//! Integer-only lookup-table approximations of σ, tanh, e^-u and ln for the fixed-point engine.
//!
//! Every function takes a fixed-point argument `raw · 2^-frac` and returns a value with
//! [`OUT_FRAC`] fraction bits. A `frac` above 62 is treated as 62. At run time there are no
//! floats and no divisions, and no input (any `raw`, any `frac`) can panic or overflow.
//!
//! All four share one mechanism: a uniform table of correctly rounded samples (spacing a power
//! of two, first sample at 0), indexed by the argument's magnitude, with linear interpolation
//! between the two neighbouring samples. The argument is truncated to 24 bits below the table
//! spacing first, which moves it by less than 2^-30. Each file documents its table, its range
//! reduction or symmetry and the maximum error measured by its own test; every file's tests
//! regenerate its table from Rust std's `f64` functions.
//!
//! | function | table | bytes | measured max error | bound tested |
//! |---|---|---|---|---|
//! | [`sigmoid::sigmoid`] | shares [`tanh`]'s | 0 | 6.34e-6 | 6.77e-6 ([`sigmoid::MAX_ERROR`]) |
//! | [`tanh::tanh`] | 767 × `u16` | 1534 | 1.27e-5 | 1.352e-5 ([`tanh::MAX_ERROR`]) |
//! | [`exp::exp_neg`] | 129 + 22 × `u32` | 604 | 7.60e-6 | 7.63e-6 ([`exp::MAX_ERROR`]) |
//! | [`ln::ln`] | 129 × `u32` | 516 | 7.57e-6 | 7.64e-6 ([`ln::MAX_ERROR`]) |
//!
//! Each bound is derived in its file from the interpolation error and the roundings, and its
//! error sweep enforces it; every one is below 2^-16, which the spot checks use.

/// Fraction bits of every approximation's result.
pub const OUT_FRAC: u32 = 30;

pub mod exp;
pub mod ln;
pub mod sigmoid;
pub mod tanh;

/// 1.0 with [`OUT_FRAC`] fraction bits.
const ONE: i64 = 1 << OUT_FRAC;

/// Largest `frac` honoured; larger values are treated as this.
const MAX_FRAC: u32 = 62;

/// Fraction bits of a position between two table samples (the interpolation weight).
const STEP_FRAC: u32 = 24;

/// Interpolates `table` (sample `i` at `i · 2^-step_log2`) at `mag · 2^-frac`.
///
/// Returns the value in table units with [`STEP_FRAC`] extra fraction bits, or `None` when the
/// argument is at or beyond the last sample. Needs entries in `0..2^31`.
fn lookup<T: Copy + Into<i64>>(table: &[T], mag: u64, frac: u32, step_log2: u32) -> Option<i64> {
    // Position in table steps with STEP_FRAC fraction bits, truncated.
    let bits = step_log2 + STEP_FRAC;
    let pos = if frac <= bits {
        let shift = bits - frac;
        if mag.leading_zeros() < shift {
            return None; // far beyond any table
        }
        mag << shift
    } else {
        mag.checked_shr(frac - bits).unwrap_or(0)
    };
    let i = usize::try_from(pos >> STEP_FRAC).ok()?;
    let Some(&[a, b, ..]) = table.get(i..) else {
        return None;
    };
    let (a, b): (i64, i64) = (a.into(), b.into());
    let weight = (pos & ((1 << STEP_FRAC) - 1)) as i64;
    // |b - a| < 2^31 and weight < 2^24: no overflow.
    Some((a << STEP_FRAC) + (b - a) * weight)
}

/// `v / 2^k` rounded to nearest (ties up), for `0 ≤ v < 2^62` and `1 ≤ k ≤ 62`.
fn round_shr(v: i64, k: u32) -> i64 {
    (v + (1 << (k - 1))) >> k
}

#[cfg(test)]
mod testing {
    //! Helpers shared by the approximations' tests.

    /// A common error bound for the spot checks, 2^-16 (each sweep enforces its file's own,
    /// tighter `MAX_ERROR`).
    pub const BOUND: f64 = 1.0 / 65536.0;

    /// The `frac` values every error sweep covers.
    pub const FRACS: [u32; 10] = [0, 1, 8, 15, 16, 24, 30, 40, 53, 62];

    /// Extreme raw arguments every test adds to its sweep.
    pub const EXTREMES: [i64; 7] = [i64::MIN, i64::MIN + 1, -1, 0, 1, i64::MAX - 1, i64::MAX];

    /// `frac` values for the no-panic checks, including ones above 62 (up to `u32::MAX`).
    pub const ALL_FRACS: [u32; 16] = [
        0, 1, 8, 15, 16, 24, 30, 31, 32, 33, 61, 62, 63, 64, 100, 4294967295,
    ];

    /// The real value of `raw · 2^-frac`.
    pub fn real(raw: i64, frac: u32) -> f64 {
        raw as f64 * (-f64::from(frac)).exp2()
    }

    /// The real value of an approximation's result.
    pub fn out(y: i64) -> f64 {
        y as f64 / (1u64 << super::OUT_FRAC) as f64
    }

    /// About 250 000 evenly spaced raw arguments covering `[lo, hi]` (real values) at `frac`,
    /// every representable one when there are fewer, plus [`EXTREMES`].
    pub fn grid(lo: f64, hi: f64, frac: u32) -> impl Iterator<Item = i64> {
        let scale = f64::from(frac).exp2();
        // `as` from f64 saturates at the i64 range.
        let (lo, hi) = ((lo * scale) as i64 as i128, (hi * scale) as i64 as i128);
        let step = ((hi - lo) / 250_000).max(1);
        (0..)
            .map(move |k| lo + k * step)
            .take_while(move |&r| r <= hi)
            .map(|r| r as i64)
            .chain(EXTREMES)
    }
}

• _Work task_
Wherever a line of the records above contains the string "between", copy that line out.

• _Answer space_
//! between the two neighbouring samples. The argument is truncated to 24 bits below the table
/// Fraction bits of a position between two table samples (the interpolation weight).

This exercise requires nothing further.